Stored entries
== Segment start ==
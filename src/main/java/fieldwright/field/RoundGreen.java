package fieldwright.field;
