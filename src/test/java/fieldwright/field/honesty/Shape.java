package fieldwright.field.honesty;

import static fieldwright.field.honesty.RegionSpec.between;
import static fieldwright.field.honesty.RegionSpec.fixed;
import static fieldwright.field.honesty.RegionSpec.m;

import java.util.List;
import java.util.Random;
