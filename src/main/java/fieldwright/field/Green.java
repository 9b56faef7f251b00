package fieldwright.field;

import fieldwright.quantity.AuthorException;

/**
 * Part of a Green function, seen from one place (that of the question) and smooth in the place of the source: what is left of endless
 * rows of images without the near ones, or all of it for sources far away. Without 1/(4π eps0): 1/m and 1/m² for unit charge.
 * Keeps scratch space: one thread at a time.
 */
interface Green {
    /**
     * {@code out[i]} = potential of unit charges at {@code s[0..2][i]}, sheet frame; {@code doubt[i]} = what it is wrong by at most,
     * beside the rounding of the places.
     */
    void potential(double[][] s, int n, double[] out, double[] doubt);

    /** {@code out[0..2][i]} = field of unit charges, sheet frame; {@code doubt[i]} for each component. */
    void field(double[][] s, int n, double[][] out, double[] doubt);

    /** The same for a patch whose charge is integrated along its endless coordinates. Errors: AuthorException where that is not worked. */
    default Green endless(Patch patch) {
        throw new AuthorException("endless charge in these surroundings: it is not worked. Give the region finite limits.");
    }

    /** The same, for the many nodes of an integral: with less effort for one source where effort and doubt are exchanged. */
    default Green forPatch() {
        return this;
    }

    /** Whether it is smooth in the place of the source up to the walls. */
    default boolean isSmooth() {
        return true;
    }
}
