package fieldwright.field;

import fieldwright.integral.GaussLegendre;
import org.apache.commons.math3.special.Erf;

/**
 * Green function of the space between grounded planes across one, two or three axes (a parallel pair, a duct, a box), from
 * 1/d = 4π ∫₀^∞ (4πτ)^(-3/2) exp(−d²/4τ) dτ: under the integral the three axes separate, and along each the images sum to a theta
 * function, by the images themselves for small τ and by its sine series for large (Ewald's change of series at τ ~ L²; Ewald 1921,
 * Jacobi's identity DLMF 20.7(viii)). The integral over ln τ is taken by a Gauss rule.
 *
 * <p>The rest: without the nearest images, two along each walled axis, which are seen as probes. Below τ₀ the others are under
 * exp(−37); above it the near ones are taken out in closed form, erf(d/2√τ₀)/d. The whole: for a source at distance d with all of its
 * images, over the range of τ where exp(−d²/4τ − λτ), λ the lowest eigenvalue, is over exp(−40) of its largest: so that the exponential
 * decay along the walls keeps its relative accuracy.
 *
 * <p>Accuracy: rest 3e-14/L and 2e-13/L² with L the smallest distance of walls; whole 3e-13 of itself (measured in the tests against
 * series of other kinds, mpmath).
 */
final class WalledGreen implements Green {
    private static final int REST = 48;
    private static final int WHOLE = 48;
    private static final int TERMS = 17;
    /** In units of the square of the distance of walls: above it the sine series is shorter. */
    private static final double SINES = 0.015;
    private static final double NEGLIGIBLE = 38;

    private final double[] low;
    private final double[] length;
    private final double[] x = new double[3];
    private final boolean whole;
    private final double least;
    private final double lambda;
    private final double[] tau = new double[REST];
    private final double[] weight = new double[REST];
    private final double tau0;
    private final double[][] near;
    private final double[][] flips;
    private final double[][] sinX = new double[3][];
    private final double[][] cosX = new double[3][];
    private final double[][] sinY = new double[3][TERMS + 1];
    private final double[] y = new double[3];
    private final double[] theta = new double[3];
    private final double[] slope = new double[3];
    private final double[] gradient = new double[3];

    /** {@code length}: positive infinity for an open axis. */
    WalledGreen(double[] place, double[] low, double[] length, boolean whole) {
        this.low = low;
        this.length = length;
        this.whole = whole;
        double smallest = Double.POSITIVE_INFINITY;
        double sum = 0;
        for (int k = 0; k < 3; k++) {
            x[k] = place[k] - (isOpen(k) ? 0 : low[k]);
            smallest = Math.min(smallest, length[k]);
            sum += Math.PI * Math.PI / (length[k] * length[k]);
            sinX[k] = new double[TERMS + 1];
            cosX[k] = new double[TERMS + 1];
            if (!isOpen(k)) {
                sines(Math.PI * x[k] / length[k], sinX[k]);
                for (int m = 0; m <= TERMS; m++) {
                    cosX[k][m] = Math.cos(m * Math.PI * x[k] / length[k]);
                }
            }
        }
        least = smallest;
        lambda = sum;
        tau0 = least * least / (16 * (NEGLIGIBLE - 1));
        GaussLegendre rule = GaussLegendre.of(REST);
        double from = Math.log(tau0);
        double span = Math.log(NEGLIGIBLE / lambda) - from;
        for (int j = 0; j < REST; j++) {
            tau[j] = Math.exp(from + span * rule.node(j));
            weight[j] = span * rule.weight(j);
        }
        int walled = 0;
        for (int k = 0; k < 3; k++) {
            walled += isOpen(k) ? 0 : 1;
        }
        near = new double[1 << walled][3];
        flips = new double[1 << walled][4];
        for (int i = 0; i < near.length; i++) {
            int bit = 0;
            flips[i][3] = 1;
            for (int k = 0; k < 3; k++) {
                boolean flip = !isOpen(k) && (i >> bit++ & 1) == 1;
                near[i][k] = flip ? (x[k] > length[k] / 2 ? 2 * length[k] - x[k] : -x[k]) : x[k];
                flips[i][k] = flip ? -1 : 1;
                flips[i][3] *= flips[i][k];
            }
        }
    }

    private boolean isOpen(int k) {
        return length[k] == Double.POSITIVE_INFINITY;
    }

    /** The distance from which on the whole is the better choice. */
    static double farBeyond(double[] length) {
        return 0.7 * Math.min(length[0], Math.min(length[1], length[2]));
    }

    @Override
    public Green endless(Patch patch) {
        int axis = -1;
        for (int k = 0; k < 3; k++) {
            if (!isOpen(k)) {
                axis = k;
            }
        }
        boolean upper = x[axis] > length[axis] / 2;
        double[] place = new double[3];
        for (int k = 0; k < 3; k++) {
            place[k] = x[k] + (isOpen(k) ? 0 : low[k]);
        }
        return PairGreen.of(patch, axis, low[axis] + (upper ? length[axis] : 0), upper ? -1 : 1, length[axis], place);
    }

    @Override
    public void potential(double[][] s, int n, double[] out, double[] doubt) {
        for (int i = 0; i < n; i++) {
            out[i] = at(s[0][i], s[1][i], s[2][i], false);
            doubt[i] = whole ? 3e-13 * Math.abs(out[i]) : 3e-14 / least;
        }
    }

    @Override
    public void field(double[][] s, int n, double[][] out, double[] doubt) {
        for (int i = 0; i < n; i++) {
            at(s[0][i], s[1][i], s[2][i], true);
            double size = 0;
            for (int k = 0; k < 3; k++) {
                out[k][i] = -gradient[k];
                size += Math.abs(gradient[k]);
            }
            doubt[i] = whole ? 3e-13 * size : 2e-13 / (least * least);
        }
    }

    private double at(double sx, double sy, double sz, boolean slopes) {
        y[0] = sx;
        y[1] = sy;
        y[2] = sz;
        double square = 0;
        for (int k = 0; k < 3; k++) {
            if (!isOpen(k)) {
                y[k] = Math.min(length[k], Math.max(0, y[k] - low[k]));
                sines(Math.PI * y[k] / length[k], sinY[k]);
            }
            square += (x[k] - y[k]) * (x[k] - y[k]);
            gradient[k] = 0;
        }
        return whole ? whole(Math.sqrt(square), slopes) : rest(slopes);
    }

    private double rest(boolean slopes) {
        double sum = 0;
        for (int j = 0; j < REST; j++) {
            sum += add(tau[j], weight[j], slopes);
        }
        for (int i = 0; i < near.length; i++) {
            sum -= tail(near[i], flips[i], slopes);
        }
        return sum;
    }

    private double whole(double d, boolean slopes) {
        double decay = d * Math.sqrt(lambda);
        if (decay > 690) {
            return 0;
        }
        double reach = 1 + 40 / decay;
        double u = Math.log(reach + Math.sqrt(reach * reach - 1));
        double middle = Math.log(d / (2 * Math.sqrt(lambda)));
        GaussLegendre rule = GaussLegendre.of(WHOLE);
        double sum = 0;
        for (int j = 0; j < WHOLE; j++) {
            sum += add(Math.exp(middle + u * (2 * rule.node(j) - 1)), 2 * u * rule.weight(j), slopes);
        }
        return sum;
    }

    /** One node of the integral over ln τ. */
    private double add(double t, double w, boolean slopes) {
        for (int k = 0; k < 3; k++) {
            if (isOpen(k)) {
                double d = x[k] - y[k];
                theta[k] = Math.exp(-d * d / (4 * t)) / Math.sqrt(4 * Math.PI * t);
                slope[k] = -d / (2 * t) * theta[k];
            } else if (t > SINES * length[k] * length[k]) {
                bySines(k, t);
            } else {
                byImages(k, t);
            }
        }
        double f = 4 * Math.PI * t * w;
        if (slopes) {
            gradient[0] += f * slope[0] * theta[1] * theta[2];
            gradient[1] += f * theta[0] * slope[1] * theta[2];
            gradient[2] += f * theta[0] * theta[1] * slope[2];
        }
        return f * theta[0] * theta[1] * theta[2];
    }

    private void bySines(int k, double t) {
        double unit = Math.PI / length[k];
        double q = Math.exp(-unit * unit * t);
        double square = q * q;
        double step = q * square;
        double power = q;
        double sum = 0;
        double derivative = 0;
        for (int m = 1; m <= TERMS; m++) {
            double c = power * sinY[k][m];
            sum += c * sinX[k][m];
            derivative += c * (m * cosX[k][m]);
            power *= step;
            step *= square;
            if (power < 1e-17 * q) {
                break;
            }
        }
        theta[k] = 2 / length[k] * sum;
        slope[k] = 2 / length[k] * unit * derivative;
    }

    /** Images n = −1, 0, 1; next to a wall the place and its mirror image together, so that their difference keeps its digits. */
    private void byImages(int k, double t) {
        double l = length[k];
        double a = x[k];
        double b = y[k];
        double root = 1 / Math.sqrt(4 * Math.PI * t);
        double d = a - b;
        double own = Math.exp(-d * d / (4 * t));
        double lower = a * b / t;
        double upper = (l - a) * (l - b) / t;
        double atLower = Math.exp(-lower);
        double atUpper = Math.exp(-upper);
        double factor = lower < upper ? -Math.expm1(-lower) - atUpper : -Math.expm1(-upper) - atLower;
        double sum = own * factor;
        double derivative = -d / (2 * t) * sum + own * (b / t * atLower - (l - b) / t * atUpper);
        for (int n = -1; n <= 1; n += 2) {
            double e = d + 2 * n * l;
            double g = Math.exp(-e * e / (4 * t));
            double m = a + b + (n < 0 ? -4 : 2) * l;
            double h = Math.exp(-m * m / (4 * t));
            sum += g - h;
            derivative += (-e * g + m * h) / (2 * t);
        }
        theta[k] = root * sum;
        slope[k] = root * derivative;
    }

    /** 4π ∫ over τ > τ₀ of one image, erf(c d)/d with c = 1/(2 √τ₀). */
    private double tail(double[] image, double[] flip, boolean slopes) {
        double square = 0;
        for (int k = 0; k < 3; k++) {
            square += (image[k] - y[k]) * (image[k] - y[k]);
        }
        double c = 0.5 / Math.sqrt(tau0);
        double u = c * c * square;
        double scale = 2 * c / Math.sqrt(Math.PI);
        double value;
        double slopeOverD;
        if (u < 0.3) {
            value = 0;
            slopeOverD = 0;
            double term = 1;
            for (int n = 0; n < 16; n++) {
                value += term / (2 * n + 1);
                double next = -term * u / (n + 1);
                slopeOverD += -2 * c * c * term / (2 * n + 3);
                term = next;
            }
            value *= scale;
            slopeOverD *= scale;
        } else {
            double d = Math.sqrt(square);
            value = (u > 36 ? 1 : Erf.erf(c * d)) / d;
            slopeOverD = (scale * Math.exp(-u) - value) / square;
        }
        if (slopes) {
            for (int k = 0; k < 3; k++) {
                gradient[k] -= flip[3] * flip[k] * slopeOverD * (image[k] - y[k]);
            }
        }
        return flip[3] * value;
    }

    private static void sines(double angle, double[] out) {
        double twice = 2 * Math.cos(angle);
        out[0] = 0;
        out[1] = Math.sin(angle);
        for (int m = 2; m <= TERMS; m++) {
            out[m] = twice * out[m - 1] - out[m - 2];
        }
    }
}
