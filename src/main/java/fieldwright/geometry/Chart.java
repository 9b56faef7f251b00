package fieldwright.geometry;

import java.util.List;

import fieldwright.formula.Formula;
import fieldwright.quantity.AuthorException;
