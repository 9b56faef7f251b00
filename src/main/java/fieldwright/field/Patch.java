package fieldwright.field;

import fieldwright.formula.Formula;
import fieldwright.geometry.Chart;
import fieldwright.geometry.Frame;
import fieldwright.geometry.NodeFunction;

/** One part of a source ready for numbers: chart, where it stands, density along it, and the kernel its points act with. */
record Patch(Chart chart, Frame frame, Formula density, NodeFunction weight, Kernel kernel, SpaceFunction inSpace, double[][] breaks) {
    int dimension() {
        return chart.dimension();
    }
}
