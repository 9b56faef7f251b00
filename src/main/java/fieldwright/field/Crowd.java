package fieldwright.field;

import fieldwright.charge.ChargedPolyline;
import fieldwright.charge.PointCloud;
import fieldwright.charge.Surroundings;
import fieldwright.field.tree.Answers;
import fieldwright.field.tree.Charges;
import fieldwright.field.tree.DirectField;
import fieldwright.field.tree.FieldTree;
import fieldwright.field.tree.Workers;
import fieldwright.quantity.Amount;
import fieldwright.quantity.AuthorException;
import fieldwright.quantity.Place;
import fieldwright.quantity.Units;
import java.util.LinkedHashMap;
import java.util.List;
import java.util.Map;

/**
 * Very many charges as a solver sees them: one place charge by charge, or many places prepared together by a treecode. One thread;
 * {@link #copy} for another.
 */
final class Crowd {
    private static final int BLOCK = Workspace.BLOCK;

    /** Answers at places asked for together; {@code potential} is null when it is not needed. */
    private record Prepared(Map<Place, Integer> number, Answers field, Answers potential) { }

    private final String name;
    private final Charges charges;
    private final Prepared prepared;
    private DirectField direct;

    private Crowd(String name, Charges charges, Prepared prepared) {
        this.name = name;
        this.charges = charges;
        this.prepared = prepared;
    }

    static Crowd of(PointCloud cloud) {
        double[][] c = cloud.columns();
        return new Crowd("a point charge", Charges.points(c[0], c[1], c[2], c[3]), null);
    }

    static Crowd of(ChargedPolyline line) {
        double[][] c = line.corners();
        return new Crowd("a charged line", Charges.polyline(c[0], c[1], c[2], line.atStart(), line.atEnd()), null);
    }

    Crowd copy() {
        return new Crowd(name, charges, prepared);
    }

    /** With the answers at all these places, worked together. Places on a charge are told by the same rule as a single one. */
    Crowd preparedFor(List<Place> places, boolean field, boolean potential, double relative, Workers workers) {
        Map<Place, Integer> number = new LinkedHashMap<>();
        places.forEach(p -> number.putIfAbsent(p, number.size()));
        double[][] at = new double[3][number.size()];
        number.forEach((p, i) -> {
            at[0][i] = p.x();
            at[1][i] = p.y();
            at[2][i] = p.z();
        });
        FieldTree tree = FieldTree.of(charges, relative, workers);
        return new Crowd(name, charges, new Prepared(number, field ? tree.field(at[0], at[1], at[2], workers) : null,
            potential ? tree.potential(at[0], at[1], at[2], workers) : null));
    }

    int size() {
        return charges.count();
    }

    double[] centre() {
        return charges.centre();
    }

    double radius() {
        return charges.radius();
    }

    /** Total charge, C. */
    Amount total() {
        double[] sum = charges.total();
        return Amount.si(sum[0], sum[1], Units.CHARGE);
    }

    /** Adds what a probe sees; error is a bound for each component. */
    void see(Probe probe, Paver paver, double[] error) {
        DirectField.At at = at(probe, paver.isPotential());
        if (at.touching()) {
            paver.contact.unbounded("on " + name + ": the " + (paver.isPotential() ? "potential" : "field") + " grows without bound", null);
            return;
        }
        if (paver.isPotential()) {
            paver.start[0] += probe.c() * at.potential();
            error[0] += Math.abs(probe.c()) * at.potentialError();
            return;
        }
        for (int a = 0; a < 3; a++) {
            double square = 0;
            for (int k = 0; k < 3; k++) {
                double factor = probe.a()[3 * a + k];
                paver.start[a] += factor * at.field()[k];
                square += factor * factor;
            }
            error[a] += Math.sqrt(square) * at.fieldError();
            if (probe.b() != null) {
                paver.start[a] += probe.b()[a] * at.potential();
                error[a] += Math.abs(probe.b()[a]) * at.potentialError();
            }
        }
    }

    private DirectField.At at(Probe probe, boolean potentialOnly) {
        double[] p = probe.place();
        Integer i = prepared == null ? null : prepared.number().get(new Place(p[0], p[1], p[2]));
        boolean known = i != null && (potentialOnly || prepared.field() != null)
            && (prepared.potential() != null || !potentialOnly && probe.b() == null);
        if (known) {
            return prepared(i);
        }
        direct = direct == null ? new DirectField(charges) : direct;
        return direct.at(p[0], p[1], p[2]);
    }

    private DirectField.At prepared(int i) {
        Answers f = prepared.field();
        Answers v = prepared.potential();
        double[] e = f == null ? null : new double[] {f.value()[0][i], f.value()[1][i], f.value()[2][i]};
        return new DirectField.At(e, v == null ? Double.NaN : v.value()[0][i], f == null ? Double.NaN : f.error()[i],
            v == null ? Double.NaN : v.error()[i], f == null ? v.touching()[i] : f.touching()[i]);
    }

    /** Adds the smooth part of the surroundings. Errors: AuthorException for a polyline with sides too long for it. */
    void smooth(Green green, Paver paver, double[] error) {
        if (green == null) {
            return;
        }
        if (charges.hasSides()) {
            throw new AuthorException("a charged polyline of numbers in these surroundings: it is not worked. Use "
                + "lineCharge(polyline(…), density), which is.");
        }
        double[][] s = new double[3][BLOCK];
        double[][] out = new double[3][BLOCK];
        double[] q = new double[BLOCK];
        int rows = paver.isPotential() ? 1 : 3;
        double[] doubt = new double[BLOCK];
        Green part = green.forPatch();
        double missing = 0;
        double size = 0;
        for (int first = 0; first < charges.count(); first += BLOCK) {
            int n = charges.copy(first, BLOCK, s, q);
            if (paver.isPotential()) {
                part.potential(s, n, out[0], doubt);
            } else {
                part.field(s, n, out, doubt);
            }
            for (int i = 0; i < n; i++) {
                double length = 0;
                for (int a = 0; a < rows; a++) {
                    paver.start[a] += q[i] * out[a][i];
                    length += out[a][i] * out[a][i];
                }
                missing += Math.abs(q[i]) * doubt[i];
                size += Math.abs(q[i]) * Math.sqrt(length);
            }
        }
        double rounding = Math.min(charges.count(), 1e4) * Sampler.EPS;
        for (int a = 0; a < rows; a++) {
            error[a] += missing + (4 * Sampler.EPS + rounding) * size;
        }
    }

    /** The place of a charge that is behind or on the wall, or null. */
    double[] behind(Surroundings around) {
        double[] p = new double[3];
        for (int i = 0; i < charges.places(); i++) {
            charges.place(i, p);
            double clearance = Images.clearance(around, p);
            if (clearance < 0 || clearance == 0 && !charges.isCorner(i)) {
                return p;
            }
        }
        return null;
    }
}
== Segment end ==
In the data above, find each line that uses the string "BLOCK". Copy it.

    private static final int BLOCK = Workspace.BLOCK;
        double[][] s = new double[3][BLOCK];
        double[][] out = new double[3][BLOCK];
        double[] q = new double[BLOCK];
        double[] doubt = new double[BLOCK];
        for (int first = 0; first < charges.count(); first += BLOCK) {
            int n = charges.copy(first, BLOCK, s, q);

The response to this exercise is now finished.